視点が変わる事って心の扉に鍵を締める事に似ている。私が憧れていた一般的な事って、私にとっては不得意な事だと気づいた。今でも電車に乗る事は不快だし、ランチタイムになったらオフィスから出てくる大量の働き蟻を見ていると、心がギュッとなる。ビルを眺める事は好きだけど、そこで働く自分の事は想像できない。会社員って一般的、世間的、社会的、倫理観や、道徳心のグラフをバランスよく、そしてオールgoodを取らなくちゃいけない。一つの行動が波紋の様に広がり、誰かの想像力を膨らませる。だから、普通にしないといけない。静かにしていたら、可笑しな人、よく分からない人ってカテゴライズされる。私の事を知ったからってどうなるの?アイスブレイクが苦手だ。思ってもいない事を二倍にして会話する。上司、同僚と話す時は、精一杯明るく振る舞って、その一時間後には心を痛めつけている。
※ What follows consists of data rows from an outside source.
/**
 * Parse the text of an SP3-c or SP3-d file. `fileName` is used in messages only.
 * Throws {@link OrbitFileError} on any fault; see the module comment for what is checked.
 */
export function parseSp3(text: string, fileName: string): Sp3File {
  const lines = text.split(/\r?\n/);
  const fail = (what: string, lineIdx: number, column: number | null, fix: string): never => {
    throw new OrbitFileError(what, fileName, lineIdx + 1, column, fix);
  };
  const intAt = (lineIdx: number, a: number, b: number, field: string): number => {
    const raw = cols(lines[lineIdx] ?? '', a, b).trim();
    if (!INT.test(raw)) fail(`${field} ${JSON.stringify(raw)} is not a whole number`, lineIdx, a, `write the ${field} as digits in columns ${a}–${b}`);
    return Number(raw);
  };
  const floatAt = (lineIdx: number, a: number, b: number, field: string): number => {
    const raw = cols(lines[lineIdx] ?? '', a, b).trim();
    if (!FLOAT.test(raw)) fail(`${field} ${JSON.stringify(raw)} is not a number`, lineIdx, a, `write the ${field} as a decimal number in columns ${a}–${b}`);
    return Number(raw);
  };

  // ---- Line 1.
  const l1 = lines[0] ?? '';
  if (l1[0] !== '#') fail(`first line does not start with '#'`, 0, 1, 'an SP3 file begins with "#c" or "#d"; check that this is an SP3 file');
  const versionChar = l1[1] ?? '';
  if (versionChar !== 'c' && versionChar !== 'd') {
    const old = versionChar === 'a' || versionChar === 'b';
    fail(`SP3 version character ${JSON.stringify(versionChar)} is not 'c' or 'd'`, 0, 2, old ? 'SP3-a/b is not read; convert the file to SP3-c or SP3-d' : 'line 1 must start with "#c" or "#d"');
  }
  const version = versionChar as 'c' | 'd';
  const pv = l1[2] ?? '';
  if (pv !== 'P' && pv !== 'V') fail(`position/velocity flag ${JSON.stringify(pv)} is not 'P' or 'V'`, 0, 3, 'column 3 of line 1 is P (positions) or V (positions and velocities)');
  const startCivil = civilAt(lines, 0, 4, fail, intAt, floatAt);
  const epochCount = intAt(0, 33, 39, 'number of epochs');
  if (epochCount < 1) fail(`number of epochs ${epochCount} is not positive`, 0, 33, 'give the count of epoch records in columns 33–39');
  const dataUsed = cols(l1, 41, 45).trim();
  const coordinateSystem = cols(l1, 47, 51).trim();
  const orbitType = cols(l1, 53, 55).trim();
  const agency = cols(l1, 57, 60).trim();

  // ---- Line 2.
  const l2 = lines[1] ?? '';
  if (!l2.startsWith('##')) fail('second line does not start with "##"', 1, 1, 'line 2 holds "##", GPS week, seconds of week, interval, MJD and fraction of day');
  const gpsWeek = intAt(1, 4, 7, 'GPS week');
  const secondsOfWeek = floatAt(1, 9, 23, 'seconds of week');
  const intervalS = floatAt(1, 25, 38, 'epoch interval');
  if (!(intervalS > 0)) fail(`epoch interval ${intervalS} s is not positive`, 1, 25, 'give the spacing of the epochs in seconds, e.g. 900.00000000');
  const mjdStart = intAt(1, 40, 44, 'modified Julian day');
  const fractionalDay = floatAt(1, 46, 60, 'fraction of day');
  const startDay = daysFromCivil(startCivil.year, startCivil.month, startCivil.day);
  const startSecOfDay = startCivil.hour * 3600 + startCivil.minute * 60 + startCivil.second;
  if (mjdStart !== startDay + MJD_OF_UNIX_EPOCH || Math.abs(fractionalDay * 86400 - startSecOfDay) > 1e-3) {
    fail(`MJD ${mjdStart} + ${fractionalDay} does not match the start ${fmtCivil(startCivil)} of line 1`, 1, 40, 'make line 2 agree with the start epoch of line 1');
  }
  const weekStartS = (gpsWeek * 7 + daysFromCivil(1980, 1, 6)) * 86400 + secondsOfWeek;
  if (Math.abs(weekStartS - (startDay * 86400 + startSecOfDay)) > 1e-3) {
    fail(`GPS week ${gpsWeek} and seconds of week ${secondsOfWeek} do not match the start ${fmtCivil(startCivil)} of line 1`, 1, 4, 'make line 2 agree with the start epoch of line 1');
  }

  // ---- Satellite list.
  let i = 2;
  const plusStart = i;
  while ((lines[i] ?? '').startsWith('+ ')) i++;
  const plusCount = i - plusStart;
  if (plusCount === 0) fail('no "+ " satellite-list line after line 2', i, 1, 'list the satellites on "+ " lines after the "##" line');
  const satCount = intAt(plusStart, 3, 6, 'number of satellites');
  if (satCount < 1) fail(`number of satellites ${satCount} is not positive`, plusStart, 3, 'give the count of satellites in columns 4–6');
  const linesNeeded = Math.max(5, Math.ceil(satCount / 17));
  if (version === 'c' && (satCount > 85 || plusCount !== 5)) {
    fail(`SP3-c allows 85 satellites on exactly 5 "+" lines; found ${satCount} satellites on ${plusCount} lines`, plusStart, 1, 'write the file as SP3-d ("#d"), which allows more satellites and lines');
  }
  if (plusCount < linesNeeded) fail(`${satCount} satellites need ${linesNeeded} "+" lines; found ${plusCount}`, plusStart + plusCount, 1, 'add "+" lines (17 ids each, padded with "  0")');
  const satelliteIds: string[] = [];
  for (let k = 0; k < plusCount * 17 && satelliteIds.length < satCount; k++) {
    const li = plusStart + Math.floor(k / 17);
    const c = 10 + 3 * (k % 17);
    const id = normaliseId(cols(lines[li], c, c + 2));
    if (!SAT_ID.test(id)) fail(`satellite id ${JSON.stringify(cols(lines[li], c, c + 2))} is not a letter and two digits`, li, c, 'write ids such as G05 or L51, three characters each from column 10');
    if (satelliteIds.includes(id)) fail(`satellite ${id} is listed twice`, li, c, 'list each satellite once');
    satelliteIds.push(id);
  }
  if (satelliteIds.length < satCount) fail(`"+" lines hold ${satelliteIds.length} ids but the count says ${satCount}`, plusStart, 4, 'make the count in columns 4–6 match the ids listed');
  // Slots past the count must be padding ("  0"): an id there means the count is short of the list.
  for (let k = satCount; k < plusCount * 17; k++) {
    const li = plusStart + Math.floor(k / 17);
    const c = 10 + 3 * (k % 17);
    const slot = cols(lines[li], c, c + 2).trim();
    if (slot !== '' && !/^0+$/.test(slot)) fail(`the count says ${satCount} satellites but the "+" lines list more (${slot} is number ${k + 1})`, plusStart, 4, 'make the count in columns 4–6 match the ids listed');
  }

  // ---- Accuracy exponents.
  const accStart = i;
  while ((lines[i] ?? '').startsWith('++')) i++;
  if (i - accStart !== plusCount) fail(`${i - accStart} "++" accuracy lines for ${plusCount} "+" lines`, i, 1, 'give one "++" line per "+" line');
  const accuracyExponents = new Map<string, number>();
  satelliteIds.forEach((id, k) => {
    const li = accStart + Math.floor(k / 17);
    const c = 10 + 3 * (k % 17);
    const raw = cols(lines[li], c, c + 2).trim();
    if (raw === '') accuracyExponents.set(id, 0);
    else accuracyExponents.set(id, intAt(li, c, c + 2, `accuracy exponent of ${id}`));
  });

  // ---- %c, %f, %i.
  const expectPair = (tag: string, what: string): number => {
    for (let k = 0; k < 2; k++) {
      if (!(lines[i + k] ?? '').startsWith(tag)) {
        fail(`missing "${tag}" line (${what}); found ${JSON.stringify((lines[i + k] ?? '').slice(0, 12))}`, i + k, 1, `the header has two "${tag}" lines after the "++" lines; restore them`);
      }
    }
    i += 2;
    return i - 2;
  };
  const cLine = expectPair('%c', 'file type and time system');
  const fileType = cols(lines[cLine], 4, 5).trim();
  const timeSystemCode = cols(lines[cLine], 10, 12);
  const ts = TIME_SYSTEMS[timeSystemCode];
  if (ts === undefined) {
    fail(`time system ${JSON.stringify(timeSystemCode)} is not one of ${Object.keys(TIME_SYSTEMS).join(', ')}`, cLine, 10, 'write the time system of the epochs in columns 10–12 of the first "%c" line');
  }
  const fLine = expectPair('%f', 'floating-point bases');
  const basePosVel = optionalFloat(lines[fLine], 4, 13, fLine, fail);
  const baseClock = optionalFloat(lines[fLine], 15, 26, fLine, fail);
  expectPair('%i', 'integer header fields');
  const comments: string[] = [];
  while ((lines[i] ?? '').startsWith('/*')) {
    comments.push(lines[i].slice(2).trim());
    i++;
  }

  // ---- Data section.
  const epochs: Sp3Epoch[] = [];
  let current: { epoch: Sp3Epoch; records: Map<string, Sp3Record> } | null = null;
  let last: Sp3Record | null = null;
  let eofLine = -1;
  for (; i < lines.length; i++) {
    const line = lines[i];
    if (line.startsWith('EOF')) {
      eofLine = i;
      break;
    }
    if (line.trim() === '') {
      // Only blank lines left: the file ends without EOF (truncated), reported below.
      if (lines.slice(i).every((l) => l.trim() === '')) break;
      fail('blank line in the data section', i, 1, 'remove blank lines before "EOF"');
    }
    if (line.startsWith('*')) {
      const civil = civilAt(lines, i, 4, fail, intAt, floatAt, line[1] === ' ' ? null : 2);
      if (civil.second >= 60 && ts.scale !== 'UTC') fail(`second ${civil.second} in a uniform time scale`, i, 21, 'seconds run 0–59.99999999');
      const day = daysFromCivil(civil.year, civil.month, civil.day);
      const whole = Math.floor(civil.second);
      const labelWholeS = day * 86400 + civil.hour * 3600 + civil.minute * 60 + whole;
      const labelFracS = civil.second - whole;
      const prev = epochs[epochs.length - 1];
      if (prev === undefined) {
        if (fmtCivil(civil) !== fmtCivil(startCivil)) fail(`first epoch ${fmtCivil(civil)} differs from the start ${fmtCivil(startCivil)} in line 1`, i, 4, 'make the first epoch record equal the start epoch of line 1');
      } else {
        const stepS = labelWholeS - prev.labelWholeS + (labelFracS - prev.labelFracS);
        const k = Math.round(stepS / intervalS);
        if (!(stepS > 0) || k < 1 || Math.abs(stepS - k * intervalS) > 1e-3) {
          fail(`epoch ${fmtCivil(civil)} is ${stepS} s after the previous one (line ${prev.line}), not a multiple of the interval ${intervalS} s`, i, 4, 'epochs must increase in steps of the header interval (missing epochs may be left out)');
        }
      }
      const records = new Map<string, Sp3Record>();
      const shifted = ts.offsetS === 0 ? civil : shiftCivil(civil, -ts.offsetS);
      const epoch: Sp3Epoch = { line: i + 1, civil, scaleCivil: shifted, labelWholeS, labelFracS, records };
      epochs.push(epoch);
      current = { epoch, records };
      last = null;
      continue;
    }
    if (current === null) fail(`data record ${JSON.stringify(line.slice(0, 4))} before the first epoch line`, i, 1, 'each block of records starts with a "*  YYYY MM DD HH MM SS" line');
    const cur = current as { epoch: Sp3Epoch; records: Map<string, Sp3Record> };
    if (line.startsWith('EP') || line.startsWith('EV')) {
      if (last === null) fail(`correlation record ${line.slice(0, 2)} without a preceding P record`, i, 1, 'EP/EV lines follow the P/V record they belong to');
      continue;
    }
    const kind = line[0];
    if (kind === 'P' || kind === 'V') {
      if (line.length < 60) fail(`${kind} record is ${line.length} characters long; at least 60 are needed`, i, line.length + 1, 'give the id and four F14.6 fields (columns 2–60)');
      const id = normaliseId(cols(line, 2, 4));
      if (!SAT_ID.test(id)) fail(`satellite id ${JSON.stringify(cols(line, 2, 4))} is not a letter and two digits`, i, 2, 'write the id as in the "+" list, e.g. G05');
      if (!satelliteIds.includes(id)) fail(`satellite ${id} is not in the header's "+" list`, i, 2, `use one of ${satelliteIds.join(', ')}, or add ${id} to the "+" lines`);
      const x = floatAt(i, 5, 18, `${kind} x`);
      const y = floatAt(i, 19, 32, `${kind} y`);
      const z = floatAt(i, 33, 46, `${kind} z`);
      const clk = floatAt(i, 47, 60, kind === 'P' ? 'clock' : 'clock rate');
      const vec: readonly [number, number, number] | null = x === 0 && y === 0 && z === 0 ? null : [x, y, z];
      const clkOk = clk >= 999999 ? null : clk;
      if (kind === 'P') {
        if (cur.records.has(id)) fail(`second P record for ${id} in the epoch of line ${cur.epoch.line}`, i, 2, 'give one P record per satellite and epoch');
        const sdev = [
          optionalInt(line, 62, 63, i, fail),
          optionalInt(line, 65, 66, i, fail),
          optionalInt(line, 68, 69, i, fail),
          optionalInt(line, 71, 73, i, fail),
        ] as const;
        const flag = (c: number, letter: string, meaning: string): boolean => {
          const ch = line[c - 1] ?? ' ';
          if (ch !== ' ' && ch !== letter) fail(`flag ${JSON.stringify(ch)} in column ${c} is not blank or '${letter}' (${meaning})`, i, c, `write '${letter}' or leave column ${c} blank`);
          return ch === letter;
        };
        const rec: Sp3Record = {
          satelliteId: id,
          line: i + 1,
          positionKm: vec,
          clockUs: clkOk,
          sdevExponents: sdev,
          clockEvent: flag(75, 'E', 'clock event'),
          clockPredicted: flag(76, 'P', 'clock prediction'),
          maneuver: flag(79, 'M', 'maneuver'),
          orbitPredicted: flag(80, 'P', 'orbit prediction'),
          velocity: null,
        };
        cur.records.set(id, rec);
        last = rec;
      } else {
        if (pv !== 'V') fail(`V record for ${id} but line 1 column 3 says P (positions only)`, i, 1, 'set column 3 of line 1 to V, or remove the V records');
        if (last === null || last.satelliteId !== id || last.velocity !== null) fail(`V record for ${id} does not follow that satellite's P record`, i, 1, 'put each V record right after the P record of the same satellite');
        const withV: Sp3Record = { ...(last as Sp3Record), velocity: { line: i + 1, velocityDmPerS: vec, clockRate1e4UsPerS: clkOk } };
        cur.records.set(id, withV);
        last = withV;
      }
      continue;
    }
    fail(`unknown record ${JSON.stringify(line.slice(0, 3))} in the data section`, i, 1, 'data lines start with "*", "P", "V", "EP", "EV" or "EOF"');
  }
  if (epochs.length !== epochCount) {
    fail(`line 1 declares ${epochCount} epochs but the file has ${epochs.length} epoch records${eofLine < 0 ? ' and no EOF line (truncated?)' : ''}`, 0, 33, 'fix the count in columns 33–39 of line 1, or restore the missing epochs');
  }
  if (eofLine < 0) fail('no "EOF" line at the end of the file (truncated?)', lines.length - 1, 1, 'end the file with "EOF"');
  for (let k = eofLine + 1; k < lines.length; k++) {
    if (lines[k].trim() !== '') fail('text after "EOF"', k, 1, 'remove everything after the EOF line');
  }
  return {
    fileName,
    version,
    hasVelocities: pv === 'V',
    startCivil,
    epochCount,
    dataUsed,
    coordinateSystem,
    orbitType,
    agency,
    gpsWeek,
    secondsOfWeek,
    intervalS,
    mjdStart,
    fractionalDay,
    satelliteIds,
    accuracyExponents,
    fileType,
    timeSystemCode,
    timeScale: ts.scale,
    basePosVel,
    baseClock,
    comments,
    epochs,
  };
}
そんな事の繰り返しが、私の憧れていた正社員。

勿論、悪い事だらけではない。個人を保証される事においては多幸感を得られた。賞与をいただく事への満足感。よくよく計算したら、インパクトはあるものの、アルバイトの時と年収は変わらない。面白い世界。法的に守られ、安堵できる休日は会社からの連絡で心は休まらない。スマホの電源を切り落としたい、誰からも連絡は来ない。万が一の事ばかりを考えて今日もSNSを覗く。

私が何を言いたいかというと、結局私は普通にはなれない。一般的な生活は歩めない。それならもう、異端児として生きた方が良いとまで思う。ただ私の中で沸々としている、人に馬鹿にされたく無い。という気持ちだけが生きる糧になっている。同情されたくない、何も無い人だと思われたく無い、人権を保ちたい、弱者ではいたくない。マイノリティに含まれる全ての人間がそう思っている筈。LGBTが集団になって闊歩している事が不自然な事に見える。集団でなくても個人として、私達は生きていい筈なのに。そんな事を永遠に考えてたら、阿呆らしく感じて気づいたらyoutube見てる。私はいつまでも弱者。